I don`t know anyone among those who have cited the damage the Israel-Palestine conflict is causing U.S. interests in the region who believes this concern to be anything other than a secondary reason for a more muscular U.S. initiative to bring this conflict to a close. For everyone, the main reason is the human cost to millions of Palestinians who have lived under the boot of a military occupation for over 40 years, and to Israel`s citizens who, while living increasingly undisturbed and prosperous lives, nevertheless exist in the shadow of the threat of recurring wars and Qassam rockets.
The second compelling reason for a quick end to the conflict for all those who advocate it is the unrestrained expansion of Jewish settlements in the West Bank, whose undeclared but widely understood goal it is to make impossible the emergence of a Palestinian state. This outcome would leave Israel with the choice of granting Palestinians Israeli citizenship, thus giving up its Jewish identity, or ending its democratic character as it enforces a regime that denies millions of Palestinians their individual and national rights-in effect turning Israel into an apartheid state.

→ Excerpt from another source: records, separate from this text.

/// Turns a checked scenario into a plant.
pub(crate) fn compile(mut s: Scenario, ctx: &Ctx) -> Result<Plant, ScenarioError> {
    // Sections given as tables become YAML items first; their errors from
    // here on name the table's file, row and column.
    let expanded = super::tables::expand(&mut s, ctx)?;
    let with_tables = Ctx {
        text: ctx.text,
        origin: ctx.origin,
        file: ctx.file.clone(),
        tables: expanded.origins,
        moved: expanded.moved,
    };
    let ctx = &with_tables;
    let root = FieldPath::root();
    if let Some(u) = &s.units {
        if u.length != "m" {
            return Err(ctx
                .err(
                    &root.key("units").key("length"),
                    format!("length unit \"{}\" is not supported", u.length),
                )
                .with_hint(
                    "bare numbers are metres: write `units: { length: m }`, and give other lengths \
                     their unit where they are written, e.g. `at: [\"150 ft\", \"40 ft\"]`",
                ));
        }
    }
    if let Some(m) = &s.measured_from_to {
        let at = root.key("measured_from_to");
        if m.file.trim().is_empty() {
            return Err(ctx
                .err(&at.key("file"), "the measured from-to chart names no file")
                .with_hint("name the CSV matrix, relative to this scenario: `measured_from_to: { file: flows.csv, per: 8 h }`"));
        }
        if !(m.per.0 > 0.0) {
            return Err(ctx
                .err(
                    &at.key("per"),
                    "`per` must be longer than 0: the period the chart's loads were counted over",
                )
                .with_hint("e.g. `per: 8 h` for loads counted over a shift"));
        }
    }
    if s.plant.trim().is_empty() {
        return Err(ctx.err(&root.key("plant"), "the plant needs a name"));
    }
    let run = run_settings(&s, ctx)?;
    let demand_factor = s.demand_factor.map_or(1.0, |f| f.0);
    if !(demand_factor > 0.0 && demand_factor.is_finite()) {
        return Err(ctx.err(
            &root.key("demand_factor"),
            format!("demand_factor must be a number > 0, got {demand_factor}"),
        ));
    }
    limits::check_at_most("demand_factor", demand_factor, limits::MAX_FACTOR, limits::RATE_WHY)
        .map_err(|m| ctx.err(&root.key("demand_factor"), m))?;
    let locations = locations(&s, ctx)?;
    let (distance_rule, distance, aisles) = distance::compile(&s, &locations, ctx)?;
    let mut departments = departments(&s, &locations, ctx)?;
    let crews = super::crews::crews(&s, &departments, ctx)?;
    super::crews::attach(&s, &mut departments, &crews, run.horizon_s, ctx)?;
    if departments.len() > locations.len() {
        return Err(ctx
            .err(
                &root.key("departments"),
                format!(
                    "{} departments but only {} locations: every department needs a location of its own",
                    departments.len(),
                    locations.len()
                ),
            )
            .with_hint("add locations (empty ones are fine), or merge departments"));
    }
    let mut layouts = Vec::new();
    if s.layouts.0.is_empty() {
        return Err(ctx
            .err(&FieldPath::root().key("layouts"), "the scenario has no layout")
            .with_hint("add a layout mapping every department to a location"));
    }
    add_layouts(&s.layouts, &departments, &locations, ctx, &mut layouts)?;
    for (i, f) in s.layout_files.iter().flatten().enumerate() {
        layout_file(
            f,
            &FieldPath::root().key("layout_files").index(i),
            &departments,
            &locations,
            ctx,
            &mut layouts,
        )?;
    }
    let search = super::search::rules(&s, &departments, &locations, &layouts, ctx)?;
    let products = routing::products(&s, &departments, ctx)?;
    let orders = demand::order_trace(&s, &products, ctx)?;
    split_without_staging(&s, &departments, &products, ctx)?;
    batches::check(&s, &departments, &products, orders.as_ref(), ctx)?;
    super::queueing::check(&s, &departments, &products, orders.as_ref().map(|o| o.orders.as_slice()), ctx)?;
    let handling = fleet::handling(&s, &departments, &locations, &products, ctx)?;
    let cost_per_load_metre = s.costs.as_ref().map_or(0.0, |c| c.per_load_metre);
    if !(cost_per_load_metre >= 0.0 && cost_per_load_metre.is_finite()) {
        return Err(ctx.err(
            &root.key("costs").key("per_load_metre"),
            format!("per_load_metre must be a number >= 0, got {cost_per_load_metre}"),
        ));
    }
    limits::check_at_most("per_load_metre", cost_per_load_metre, limits::MAX_COST, limits::MAX_COST_WHY)
        .map_err(|m| ctx.err(&root.key("costs").key("per_load_metre"), m))?;
    if !search.floor_costs.is_empty() && cost_per_load_metre == 0.0 {
        return Err(ctx
            .err(
                &root.key("search").key("floor_costs"),
                "floor costs are in currency per hour, but the load-distance has no price",
            )
            .with_hint("set `costs: { per_load_metre: ... }` so handling and floor costs share one scale"));
    }
    let plant = Plant {
        name: s.plant.clone(),
        locations,
        distance_rule,
        distance,
        aisles,
        departments,
        layouts,
        products,
        handling,
        run,
        orders,
        demand_factor,
        cost_per_load_metre,
        currency: currency(&s, ctx)?,
        search,
        crews,
        fleet_choice: match s.fleet_choice {
            None | Some(FleetChoiceSpec::FirstListed) => FleetChoice::FirstListed,
            Some(FleetChoiceSpec::NearestIdle) => FleetChoice::NearestIdle,
        },
    };
    let lots = plant.lots_bound(plant.run.horizon_s, plant.demand_factor);
    limits::check_lots(lots, &format_duration(plant.run.horizon_s), plant.demand_factor).map_err(|m| {
        ctx.err(&root.key("run").key("horizon"), m).with_hint(
            "shorten the horizon, or lower `per_hour`, the profile's factors or the order quantities",
        )
    })?;
    Ok(plant)
}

Oddly enough, these concerns find no place in Richard Haass`s essay as he warns against exaggerating the bearing of a resolution of the Israel-Palestine conflict on U.S. interests.
Forty plus years into this conflict and into the creeping Israeli annexation of territory in the 22 percent of Palestine left the Palestinians, Haass pleads for patience for the situation to `ripen` before we try to end it by putting forward an American plan. He maintains that what is missing is not ideas, but the will and ability of the parties to compromise. Haass notes that `Palestinian leadership remains weak and divided; the Israeli government is too ideological and fractured; U.S. relations are too strained for Israel to place much faith in American promises.`
One would have thought the problem has been placing faith in Israeli promises. But more to the point, it is precisely the ability to compromise that will be the victim of further delay-for it will discredit the moderate leadership of Mahmoud Abbas and Salam Fayyad who will surely not be replaced by greater moderates. Their replacement will be Hamas-if we are lucky-or the more extreme groups in Gaza that are now challenging Hamas for what these groups consider to be Hamas`s excessive moderation.
It is true that Palestinian leadership, as Haass states, remains weak and divided. But their weakness and division is the result of Israeli and American failure to reward their moderation. As far as Palestinians are concerned, aside from marginal improvements in the economy, for which the international donor community is largely responsible, it has produced only a hardening of Israeli positions on the core issues.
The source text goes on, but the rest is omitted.